4.1. Fine-Tuning of Model Parameters
In the pre-training stage, we use the sequence training set of CIKM2017 as the pre-training sample, and the sequence length is 15 frames. The pre-training process is as follows: (1) randomly mask the pixels of the sequence in spatial and temporal dimensions; (2) input the masked spatiotemporal sequence into the model for sequence reconstruction; (3) calculate the error between the reconstructed sequence and the original sequence output by the model at the pixel level, and back-propagate the error to the encoder, the decoder, and the MLP layer, which is responsible for linear mapping of the sequence blocks, in the model to optimize its parameters. Afterward, we keep the parameters of the trained model and perform a fine-tuning operation. The fine-tuning is achieved by performing a prediction task of the radar echo sequence to align the knowledge of the model with the domain knowledge of the spatiotemporal sequence task. The fine-tuning dataset is still selected as the sequence training set of CIKM2017. The process of the fine-tuning operation is as follows: (1) loading the pre-training weights (parameters) of the model; (2) adjusting the parameters of the last layer of the MLP in the decoder to realize the extrapolation function to the radar echo sequence; (3) inputting the historical five-frame radar echo sequence into the model to obtain its output of 15 frames of radar echo sequences (including 10 frames of the future radar echo sequences); and (4) calculating the radar echo sequences outputted by the model with the real radar echo sequence at the pixel level, propagate the error backward to the internal model, and fine-tune the parameters therein. The key component parameters are shown in
Table 1.
4.2. Visualization of the Effect of Mask Pretraining Reconstruction
The ViT-Base model is selected for both encoder and decoder, and the radar echo training data is obtained from the CIKM2017 dataset, with the mask rate set to 70%.
Figure 4 demonstrates the mask reconstruction effect of the MAE model on the radar echo image.
Figure 4a shows two example images with larger echo coverage. From the reconstruction results, the model successfully recovers the coverage of the echoes in the region and their reflected intensities. There is a clear difference between the two original radar echo images: in the first sample, all regions have radar reflection intensity, while the lower region of the second sample lacks radar reflection intensity. However, the mask images of the two are similar and fail to reflect these differences in the original images. The model’s mask reconstruction results for these two samples accurately reflect the differences in radar echoes over the regions. This indicates that the model has learned the physical structure of the air mass and related physics to some extent. The model’s ability in mask image reconstruction comes from understanding the structure of the data rather than from mere image interpolation calculations.
Further,
Figure 4b shows two example images with smaller echo coverage. From the reconstruction results, the model’s reconstruction of the masked image is similar to the original image in general, but there are slight differences in details. This phenomenon indicates that the model has learned the potential structural knowledge in the radar echo image dataset. The reason for this is that the available information in the masked images of both samples is spatially sparse, which increases the difficulty of image reconstruction. Although the model is different from the original image in details, the distribution of air masses in space and the shape and structure are basically the same as the original image. This shows that the model is not only able to understand the underlying structure of meteorological data, but also has a strong ability to reconstruct mask images.

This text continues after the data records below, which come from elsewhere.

"""The layering rule (DEVELOPERS.md): each layer imports only from the layers below it."""

from __future__ import annotations

import ast
import pathlib

import pytest

PACKAGE = pathlib.Path(__file__).resolve().parent.parent / "beamplan"
# Lowest first; a module may import its own layer and every layer before it.
ORDER = ["units", "errors", "_pint", "vocabulary", "layout", "physics", "network", "optimise",
         "analyses", "report", "cli"]
BASE = {"units": 0, "errors": 0, "_pint": 0, "vocabulary": 0}  # the foundation shares one rank
PRESENTATION = ("rich", "matplotlib")


def _layer(module: str) -> str:
    parts = module.split(".")
    return parts[1] if len(parts) > 1 else "__init__"


def _rank(layer: str) -> int:
    return BASE.get(layer, ORDER.index(layer)) if layer in ORDER else -1


def _imports(path: pathlib.Path) -> list[str]:
    tree = ast.parse(path.read_text(encoding="utf-8"))
    found = []
    for node in ast.walk(tree):
        if isinstance(node, ast.Import):
            found += [alias.name for alias in node.names]
        elif isinstance(node, ast.ImportFrom) and node.module and node.level == 0:
            found.append(node.module)
    return found


MODULES = sorted(p for p in PACKAGE.rglob("*.py") if p.name != "__init__.py" or
                 p.parent != PACKAGE)


@pytest.mark.parametrize("path", MODULES, ids=lambda p: str(p.relative_to(PACKAGE)))
def test_imports_follow_the_layers(path: pathlib.Path) -> None:
    # The rule itself is the project's own (DEVELOPERS.md, "Architecture: layers").
    own = _layer("beamplan." + ".".join(path.relative_to(PACKAGE).with_suffix("").parts))
    for name in _imports(path):
        if name.split(".")[0] in PRESENTATION:
            assert own == "report", f"{path.name} imports {name}: only report may"
        if name.startswith("beamplan.") and own in ORDER:
            other = _layer(name)
            if other in ORDER:
                assert _rank(other) <= _rank(own), f"{path.name} ({own}) imports {name}"


def test_the_rule_catches_an_upward_import() -> None:
    # A test of the test: optimise importing from report would be refused.
    assert _rank("report") > _rank("optimise")
    assert _rank("units") == _rank("errors") < _rank("layout")


# Import cycles inside a layer. Function-level imports count too: they hide a
# cycle from Python's import machinery but not from the design (DEVELOPERS.md:
# a module that needs another's helpers imports them from a module below both).
def _module_name(path: pathlib.Path) -> str:
    parts = path.relative_to(PACKAGE.parent).with_suffix("").parts
    return ".".join(parts[:-1] if parts[-1] == "__init__" else parts)


def _import_graph() -> dict[str, set[str]]:
    """Each module of the package -> the package's modules it imports anywhere in it."""
    modules = {_module_name(p): p for p in PACKAGE.rglob("*.py")}
    graph: dict[str, set[str]] = {name: set() for name in modules}
    for name, path in modules.items():
        package = name if path.name == "__init__.py" else name.rpartition(".")[0]
        for node in ast.walk(ast.parse(path.read_text(encoding="utf-8"))):
            found: list[str] = []
            if isinstance(node, ast.Import):
                found = [alias.name for alias in node.names]
            elif isinstance(node, ast.ImportFrom):
                base = node.module or ""
                if node.level:  # relative: from the package, up level - 1 steps
                    anchor = package.split(".")[:len(package.split(".")) - node.level + 1]
                    base = ".".join([*anchor, *([base] if base else [])])
                found = [base, *(f"{base}.{alias.name}" for alias in node.names)]
            graph[name] |= {m for m in found if m in modules and m != name}
    return graph


def _cycles(graph: dict[str, set[str]]) -> list[list[str]]:
    """The strongly connected components of more than one module (Tarjan), sorted."""
    index: dict[str, int] = {}
    low: dict[str, int] = {}
    stack: list[str] = []
    out: list[list[str]] = []

    def visit(v: str) -> None:
        index[v] = low[v] = len(index)
        stack.append(v)
        for w in sorted(graph[v]):
            if w not in index:
                visit(w)
                low[v] = min(low[v], low[w])
            elif w in stack:
                low[v] = min(low[v], index[w])
        if low[v] == index[v]:
            component = []
            while True:
                w = stack.pop()
                component.append(w)
                if w == v:
                    break
            if len(component) > 1:
                out.append(sorted(component))

    for v in sorted(graph):
        if v not in index:
            visit(v)
    return sorted(out)


def _describe(component: list[str], graph: dict[str, set[str]]) -> str:
    inside = set(component)
    return "; ".join(f"{m} imports {', '.join(sorted(graph[m] & inside))}" for m in component)


def test_no_import_cycle_inside_a_layer() -> None:
    # The project's own rule (issue 10): within a layer, imports form no cycle.
    graph = _import_graph()
    found = [c for c in _cycles(graph) if len({_layer(m) for m in c}) == 1]
    assert not found, "import cycle(s), counting function-level imports: " + " | ".join(
        _describe(c, graph) for c in found)


def test_no_import_cycle_across_layers_either() -> None:
    # Upward imports are refused above; a cycle across layers would need one.
    graph = _import_graph()
    assert _cycles(graph) == [], [_describe(c, graph) for c in _cycles(graph)]


def test_the_cycle_finder_finds_a_hidden_cycle() -> None:
    # A test of the test (hand-made graph): a -> b -> c -> a is one cycle, d on its own.
    graph = {"p.a": {"p.b"}, "p.b": {"p.c"}, "p.c": {"p.a", "p.d"}, "p.d": set()}
    assert _cycles(graph) == [["p.a", "p.b", "p.c"]]
    assert "p.c imports p.a" in _describe(["p.a", "p.b", "p.c"], graph)


def test_the_import_graph_counts_function_level_imports() -> None:
    # cli/commands.py registers the command modules from inside register().
    assert "beamplan.cli.analyses" in _import_graph()["beamplan.cli.commands"]
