import functools
import pathlib
import re
import subprocess
import sys
import warnings

import pytest

from beamplan import __version__
from beamplan.analyses.cases import parse_cases
from beamplan.analyses.compare import Comparison, compare_cases
from beamplan.analyses.outages import SweepReport, outage_cases, run_sweep
from beamplan.cli.main import main
from beamplan.layout.loader import parse_layout
from beamplan.layout.yamlpos import load_yaml, parse_yaml
from beamplan.network.graph import Network, build_network
from beamplan.report import CAUTION
from beamplan.report.html_analyses import cases_html, comparison_plans, sweep_html
from beamplan.report.plots import case_style, headroom_across_cases, outage_impact
from tests.conftest import LAYOUTS
from tests.test_diagram import svg_lines
from tests.test_html import parse

DATE = "2024-02-29"  # a fixed report date
PILOT, TWO_BAY = "pilot-line.yaml", "two-bay.yaml"
# Ids from the layout files: layouts/pilot-line.yaml (halo-fel, m3, litho-p1..p3) and
# layouts/two-bay.yaml (fel-main, an-fold, litho-b6).
CASES = {
    PILOT: """\
format: 1
cases:
  m3-out: {note: the litho-p2 fold mirror is out, changes: [{fail: m3}]}
  weak-source: {changes: [{scale: {halo-fel.power: 0.5}}]}
  no-p3: {changes: [{drop: litho-p3}]}
  p1-off: {changes: [{fail: litho-p1}]}
""",
    TWO_BAY: """\
format: 1
cases:
  an-fold-out: {note: bay A north aisle fold, changes: [{fail: an-fold}]}
  weak-main: {changes: [{scale: {fel-main.power: 0.9}}]}
  no-b6: {changes: [{drop: litho-b6}]}
""",
}
EXTERNAL = ("http:", "https:", "<link", "<script", "<img", "<iframe", "<object", "<embed",
            "@import", "src=", "//fonts", "@font-face")  # as tests/test_html.py


@functools.cache
def comparison(name: str) -> Comparison:
    """The comparison of a demo layout with its cases (made once per test run)."""
    doc = load_yaml(str(LAYOUTS / name))
    cases = parse_cases(parse_yaml(CASES[name], "cases.yaml"))
    return compare_cases(parse_layout(doc), cases, base_doc=doc)
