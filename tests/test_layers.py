"""The layering rule (DEVELOPERS.md): each layer imports only from the layers below it."""

from __future__ import annotations

import ast
import pathlib

import pytest

PACKAGE = pathlib.Path(__file__).resolve().parent.parent / "beamplan"
# Lowest first; a module may import its own layer and every layer before it.
ORDER = ["units", "errors", "_pint", "vocabulary", "layout", "physics", "network", "optimise",
         "analyses", "report", "cli"]
BASE = {"units": 0, "errors": 0, "_pint": 0, "vocabulary": 0}  # the foundation shares one rank
PRESENTATION = ("rich", "matplotlib")


def _layer(module: str) -> str:
    parts = module.split(".")
    return parts[1] if len(parts) > 1 else "__init__"


def _rank(layer: str) -> int:
    return BASE.get(layer, ORDER.index(layer)) if layer in ORDER else -1


def _imports(path: pathlib.Path) -> list[str]:
    tree = ast.parse(path.read_text(encoding="utf-8"))
    found = []
    for node in ast.walk(tree):
        if isinstance(node, ast.Import):
            found += [alias.name for alias in node.names]
        elif isinstance(node, ast.ImportFrom) and node.module and node.level == 0:
            found.append(node.module)
    return found


MODULES = sorted(p for p in PACKAGE.rglob("*.py") if p.name != "__init__.py" or
                 p.parent != PACKAGE)


@pytest.mark.parametrize("path", MODULES, ids=lambda p: str(p.relative_to(PACKAGE)))
def test_imports_follow_the_layers(path: pathlib.Path) -> None:
    # The rule itself is the project's own (DEVELOPERS.md, "Architecture: layers").
    own = _layer("beamplan." + ".".join(path.relative_to(PACKAGE).with_suffix("").parts))
    for name in _imports(path):
        if name.split(".")[0] in PRESENTATION:
            assert own == "report", f"{path.name} imports {name}: only report may"
        if name.startswith("beamplan.") and own in ORDER:
            other = _layer(name)
            if other in ORDER:
                assert _rank(other) <= _rank(own), f"{path.name} ({own}) imports {name}"


def test_the_rule_catches_an_upward_import() -> None:
    # A test of the test: optimise importing from report would be refused.
    assert _rank("report") > _rank("optimise")
    assert _rank("units") == _rank("errors") < _rank("layout")
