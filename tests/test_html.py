"""The self-contained HTML report: well formed, complete, escaped, offline, and drawn.

Every demo layout in layouts/*.yaml is reported. The page must parse with
balanced tags, name every scanner, carry the layout's SHA-256 and the rest of
the provenance, and reference nothing outside itself. Where ``/usr/bin/chromium``
exists, a headless browser renders it and the screenshot must not be blank.
(The page has no script at all, which is how it reads with JavaScript off;
switching scripts off in headless chromium stops its screenshots, so the
browser check leaves them on.)
"""

from __future__ import annotations

import functools
import os
import pathlib
import re
import shutil
import subprocess
from html.parser import HTMLParser

import pytest

from beamplan import __version__
from beamplan.layout.loader import load_layout
from beamplan.network.graph import Network, build_network
from beamplan.optimise.planner import plan_network
from beamplan.optimise.result import Plan
from beamplan.report import CAUTION
from beamplan.report.html import FAMILIES, plan_html
from tests.conftest import LAYOUTS, network_from_text

DEMOS = sorted(p.name for p in LAYOUTS.glob("*.yaml"))
DATE = "2024-02-29"  # a fixed report date
CHROMIUM = "/usr/bin/chromium"
VOID = {"area", "base", "br", "col", "embed", "hr", "img", "input", "link", "meta", "source",
        "track", "wbr"}  # HTML void elements (WHATWG HTML, "void elements")


@functools.cache
def demo(name: str) -> tuple[Network, Plan, str]:
    """A demo layout's network, its plan and its report (made once per test run)."""
    network = build_network(load_layout(str(LAYOUTS / name)))
    plan = plan_network(network)
    page = plan_html(plan, network, layout_path=f"layouts/{name}", version=__version__,
                     date=DATE)
    return network, plan, page


class Checker(HTMLParser):
    """Collect tags, attributes and text; fail on any tag closed out of order."""

    def __init__(self) -> None:
        super().__init__(convert_charrefs=True)
        self.stack: list[str] = []
        self.seen: list[str] = []
        self.attrs: list[tuple[str, str, str]] = []
        self.text: list[str] = []
        self.problems: list[str] = []

    def handle_starttag(self, tag: str, attrs: list[tuple[str, str | None]]) -> None:
        self.seen.append(tag)
        self.attrs += [(tag, k, v or "") for k, v in attrs]
        if tag not in VOID:
            self.stack.append(tag)

    def handle_startendtag(self, tag: str, attrs: list[tuple[str, str | None]]) -> None:
        self.seen.append(tag)  # <path .../> in inline SVG
        self.attrs += [(tag, k, v or "") for k, v in attrs]

    def handle_endtag(self, tag: str) -> None:
        if not self.stack or self.stack[-1] != tag:
            self.problems.append(f"</{tag}> closes <{self.stack[-1] if self.stack else '-'}>")
        else:
            self.stack.pop()

    def handle_data(self, data: str) -> None:
        self.text.append(data)


def parse(page: str) -> Checker:
    checker = Checker()
    checker.feed(page)
    checker.close()
    return checker


@pytest.mark.parametrize("name", DEMOS)
def test_report_is_well_formed(name: str) -> None:
    _, _, page = demo(name)
    assert page.startswith("<!DOCTYPE html>\n<html lang=\"en\">")
    checker = parse(page)
    assert checker.problems == [] and checker.stack == []  # every tag closed, in order
    for tag in ("html", "head", "title", "body", "main", "header", "footer", "style"):
        assert checker.seen.count(tag) == 1, tag  # one style: the inline CSS
    assert checker.seen.count("svg") == 4  # the diagram and three plots
    assert ("meta", "charset", "utf-8") in checker.attrs
    ids = [v for _, k, v in checker.attrs if k == "id"]
    assert len(ids) == len(set(ids))  # the pictures' ids are prefixed apart


@pytest.mark.parametrize("name", DEMOS)
def test_report_holds_every_table_and_the_provenance(name: str) -> None:
    _, plan, page = demo(name)
    text = " ".join(parse(page).text)
    for s in plan.scanners:
        assert s.id in text
    for e in plan.elements:
        assert e.id in text
    assert plan.sha256 in text and len(plan.sha256) == 64  # SHA-256 in hex
    provenance = page[page.index('<section id="provenance">'):]
    assert f"<dt>layout file</dt><dd>{name}</dd>" in provenance
    assert "layouts/" not in provenance  # the file name only, not the folder it was in
    assert f"beamplan{__version__}" in text.replace(" ", "")
    assert plan.solver in text and plan.solver_version in text and DATE in text
    assert CAUTION in text
    for heading in ("Summary", "Scanners", "Power flow", "Elements", "Settings", "Losses",
                    "Binding constraints", "Warnings", "Provenance"):
        assert f"<h2>{heading}</h2>" in page
    for b in plan.binding:
        assert FAMILIES[b.family] in text
    for s in plan.scanners:
        if s.status != "met":
            assert "; ".join(s.limits) in text  # the shortfall reasons
    assert "@media print" in page


@pytest.mark.parametrize("name", DEMOS)
def test_report_references_nothing_outside_itself(name: str) -> None:
    _, _, page = demo(name)
    lowered = page.lower()
    for needle in ("http:", "https:", "<link", "<script", "<img", "<iframe", "<object",
                   "<embed", "@import", "src=", "//fonts", "@font-face"):
        assert needle not in lowered, needle
    refs = [v for _, k, v in parse(page).attrs if k in ("href", "xlink:href", "src")]
    assert refs and all(v.startswith("#") for v in refs)  # only links within the page
    assert all(u.startswith("#") for u in re.findall(r"url\(([^)]*)\)", page))


def test_report_escapes_what_the_layout_says() -> None:
    hostile = """\
layout: '<script>x</script> & "quoted"'
format: 1
sources: {src: {power: 1 kW}}
elements:
  m1: {kind: mirror, reflectivity: 0.9, heat_limit: 5 kW}
scanners: {s1: {power: 500 W}}
beamlines: ["src -> m1 -> s1"]
"""
    network = network_from_text(hostile)
    page = plan_html(plan_network(network), network, layout_path="a<b>.yaml",
                     version="<v>", date=DATE)
    assert "<script" not in page and "<b>" not in page and "<v>" not in page
    assert "&lt;script&gt;x&lt;/script&gt; &amp; &quot;quoted&quot;" in page
    checker = parse(page)
    assert checker.problems == [] and checker.stack == []


def test_report_date_defaults_to_today() -> None:
    import datetime

    network, plan, _ = demo(DEMOS[0])
    page = plan_html(plan, network, layout_path="x.yaml", version="0")
    assert datetime.date.today().isoformat() in page


@pytest.mark.skipif(not os.path.exists(CHROMIUM),
                    reason=f"no headless browser at {CHROMIUM}; the browser check needs it")
def test_browser_renders_the_report(tmp_path: pathlib.Path) -> None:
    from PIL import Image, ImageStat

    name = "two-bay.yaml" if "two-bay.yaml" in DEMOS else DEMOS[0]
    page = tmp_path / "report.html"
    page.write_text(demo(name)[2], encoding="utf-8")
    shot = tmp_path / "out.png"
    args = [CHROMIUM, "--headless", "--no-sandbox", "--disable-gpu", "--disable-quic",
            "--no-first-run", "--disable-background-networking", "--disable-component-update",
            "--disable-sync", f"--user-data-dir={tmp_path / 'profile'}",
            f"--screenshot={shot}", "--window-size=1200,3000", page.as_uri()]
    subprocess.run(args, capture_output=True, timeout=180, check=False)
    assert shot.exists(), "chromium wrote no screenshot"
    with Image.open(shot) as image:
        grey = image.convert("L")
        assert grey.size == (1200, 3000)
        # a blank page has no variance; text, tables and pictures give plenty
        # (a standard deviation of 20 grey levels: our threshold, no source)
        assert ImageStat.Stat(grey).stddev[0] > 20
        # and not only at the top: the lower half (tables, diagram) is drawn too
        lower = grey.crop((0, 1500, 1200, 3000))
        assert ImageStat.Stat(lower).stddev[0] > 20
    shutil.rmtree(tmp_path / "profile", ignore_errors=True)


# -- campus scale and page width ---------------------------------------------------

def test_report_of_a_campus_draws_the_summary() -> None:
    from tests.perf.campus import campus_yaml

    network = network_from_text(campus_yaml(41), "campus.yaml")  # past the 40-scanner mark
    plan = plan_network(network)
    folded = plan_html(plan, network, layout_path="campus.yaml", version="0", date=DATE)
    assert '<figure class="fit">' in folded and "bay-2-m1 and below" in folded
    assert 'id="diagram-node-s2-3-f1"' not in folded  # inside a folded bay
    small_network, small_plan, small = demo("two-bay.yaml")  # 12 scanners: every box
    assert '<figure class="fit">' not in small and 'id="diagram-node-a-fold"' in small
    summary = plan_html(small_plan, small_network, layout_path="two-bay.yaml", version="0",
                        date=DATE, detail=False)
    assert '<figure class="fit">' in summary  # the outline; all 12 scanners fit unfolded


def _cases_page(layout: pathlib.Path | str, cases_text: str) -> str:
    from beamplan.analyses.cases import parse_cases
    from beamplan.analyses.compare import compare_cases
    from beamplan.layout.yamlpos import load_yaml, parse_yaml
    from beamplan.report.html_analyses import cases_html

    doc = load_yaml(str(layout))
    from beamplan.layout.loader import parse_layout

    comparison = compare_cases(parse_layout(doc), parse_cases(parse_yaml(cases_text, "c.yaml")),
                               base_doc=doc)
    return cases_html(comparison, layout_path=str(layout), cases_path="c.yaml",
                      version="0", date=DATE)


_PROBE = ("<script>document.body.setAttribute('data-scroll-width', "
          "String(document.documentElement.scrollWidth))</script>")


def _scroll_width(page: str, folder: pathlib.Path) -> int:
    """document.scrollWidth of ``page`` in headless chromium with a 1280 px wide window."""
    folder.mkdir()
    probe = folder / "probe.html"
    probe.write_text(page.replace("</body>", _PROBE + "</body>"), encoding="utf-8")
    args = [CHROMIUM, "--headless", "--no-sandbox", "--disable-gpu", "--disable-quic",
            "--no-first-run", "--disable-background-networking", "--disable-component-update",
            "--disable-sync", f"--user-data-dir={folder / 'profile'}", "--window-size=1280,900",
            "--dump-dom", probe.as_uri()]
    done = subprocess.run(args, capture_output=True, text=True, timeout=180, check=False)
    shutil.rmtree(folder / "profile", ignore_errors=True)
    found = re.search(r'data-scroll-width="(\d+)"', done.stdout)
    assert found, f"chromium gave no width: {done.stderr[-500:]}"
    return int(found.group(1))


@pytest.mark.skipif(not os.path.exists(CHROMIUM),
                    reason=f"no headless browser at {CHROMIUM}; the browser check needs it")
def test_pages_fit_a_1280_px_window(tmp_path: pathlib.Path) -> None:
    from tests.perf.campus import campus_yaml

    campus = tmp_path / "campus.yaml"
    campus.write_text(campus_yaml(200), encoding="utf-8")
    network = build_network(load_layout(str(campus)))
    pages = {
        "two-bay plan": demo("two-bay.yaml")[2],
        "two-bay cases": _cases_page(LAYOUTS / "two-bay.yaml", (
            LAYOUTS / "cases" / "two-bay-cases.yaml").read_text(encoding="utf-8")),
        "campus plan": plan_html(plan_network(network), network, layout_path=str(campus),
                                 version="0", date=DATE),
        "campus cases": _cases_page(campus, "format: 1\ncases:\n  fel-down:\n    changes:\n"
                                    "      - scale: {fel.power: 0.9}\n  trunk-3-out:\n"
                                    "    changes:\n      - fail: trunk-3\n"),
    }
    for i, (name, page) in enumerate(pages.items()):
        # the window is 1280 px wide (the measure); a vertical scroll bar may take
        # part of it, never more
        assert _scroll_width(page, tmp_path / f"p{i}") <= 1280, name
    # the probe can fail: a page with something 2,000 px wide overflows
    wide = demo("two-bay.yaml")[2].replace("</body>", '<div style="width:2000px">x</div></body>')
    assert _scroll_width(wide, tmp_path / "wide") > 1280
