def _paths(data: Any, path: tuple[Any, ...] = ()) -> Iterator[tuple[Any, ...]]:
    yield path
    if isinstance(data, dict):
        for key, value in data.items():
            yield from _paths(value, (*path, key))
    elif isinstance(data, list):
        for index, value in enumerate(data):
            yield from _paths(value, (*path, index))


def mutate_values(text: str, ops: list[tuple[str, int, Any]]) -> str:
    """Apply value-level mutations to the parsed document and write it back."""
    data = yaml.safe_load(text)
    for op, i, value in ops:
        paths = [p for p in _paths(data) if p]
        if not paths:
            break
        path = paths[i % len(paths)]
        parent = data
        for step in path[:-1]:
            parent = parent[step]
        last = path[-1]
        if op == "replace":
            parent[last] = value
        elif op == "delete":
            del parent[last]
        elif isinstance(parent, dict) and isinstance(value, (str, int, float)):
            parent[str(value)] = parent.pop(last)
    return yaml.safe_dump(data, sort_keys=False, allow_unicode=True, width=4096)


# -- the checks ---------------------------------------------------------------------


def check_layout(folder: pathlib.Path, text: str) -> None:
    """check, and plan --json - where the layout is valid."""
    path = folder / "layout.yaml"
    path.write_text(text, encoding="utf-8", errors="surrogatepass")
    code, _, _ = run(["check", str(path), "-q"], [path])
    if code == 0:
        code, stdout, _ = run(["plan", str(path), "--json", "-", "-q"], [path])
        if code in (0, 3):
            _check_plan_json(stdout)


def check_cases(folder: pathlib.Path, text: str, extra: tuple[str, ...] = ()) -> None:
    """cases against the two-bay demo with a mutated case file (and options)."""
    layout = ROOT / "layouts" / "two-bay.yaml"
    path = folder / "cases.yaml"
    path.write_text(text, encoding="utf-8", errors="surrogatepass")
    code, stdout, _ = run(["cases", str(layout), str(path), *extra, "--json", "-", "-q"],
                          [layout, path])
    if code in (0, 3):
        _strict_json(stdout)


def check_calc(args: list[str]) -> None:
    code, stdout, _ = run(args, [])
    if "--json" in args and code in (0, 1) and stdout.strip():
        _strict_json(stdout)


def mutate_args(args: list[str], ops: list[tuple[str, int, int, str]]) -> list[str]:
    """Mutate a calculator argument list (the sub-command name is kept)."""
    head, rest = args[:2], list(args[2:])
    options = sorted({a for command in CALC for a in command if a.startswith("--")})
    for op, i, j, nasty in ops:
        n = i % max(1, len(rest))
        if op == "delete" and rest:
            del rest[n]
        elif op == "repeat" and rest:
            rest.insert(n, rest[n])
        elif op == "replace" and rest:
            rest[n] = nasty
        elif op == "append":
            rest += [options[j % len(options)], nasty]
        elif op == "swap" and len(rest) > 1:
            m = j % len(rest)
            rest[n], rest[m] = rest[m], rest[n]
    return head + [a.replace("\x00", "") for a in rest]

Since the image masks are randomly generated, the radar echo image after the two masks illustrated in
Figure 4c retains only very little usable information. This is an extreme case where the masked image contains almost no structured air mass profile. In this case, it can be viewed as the model generating the radar echo image from a zero initial field. By observing the results of the model’s reconstruction, the distribution and shape of the air mass are consistent with common sense in appearance, even though the reconstruction differs significantly from the original image.
In addition, observing the results of the model’s reconstruction of the first sample, the model generates a localized radar reflection in the lower left region. However, there is no radar reflection in this region in both the original and masked images of this sample. This suggests that the model has the ability to perceive spatial correlation during the reconstruction of the masked image, and is able to infer information about the air mass that may be physically relevant to it based on the initial distribution of the air mass, including the location of its occurrence, its shape, and the intensity of its radar reflections. It is worth noting that the model’s reconstructed images of these two samples do not appear in the dataset. This verifies that the strong reconstruction capability demonstrated by the model in the first two cases does not stem from overfitting the training data, but rather indicates that the model is truly capable of generating radar echo images.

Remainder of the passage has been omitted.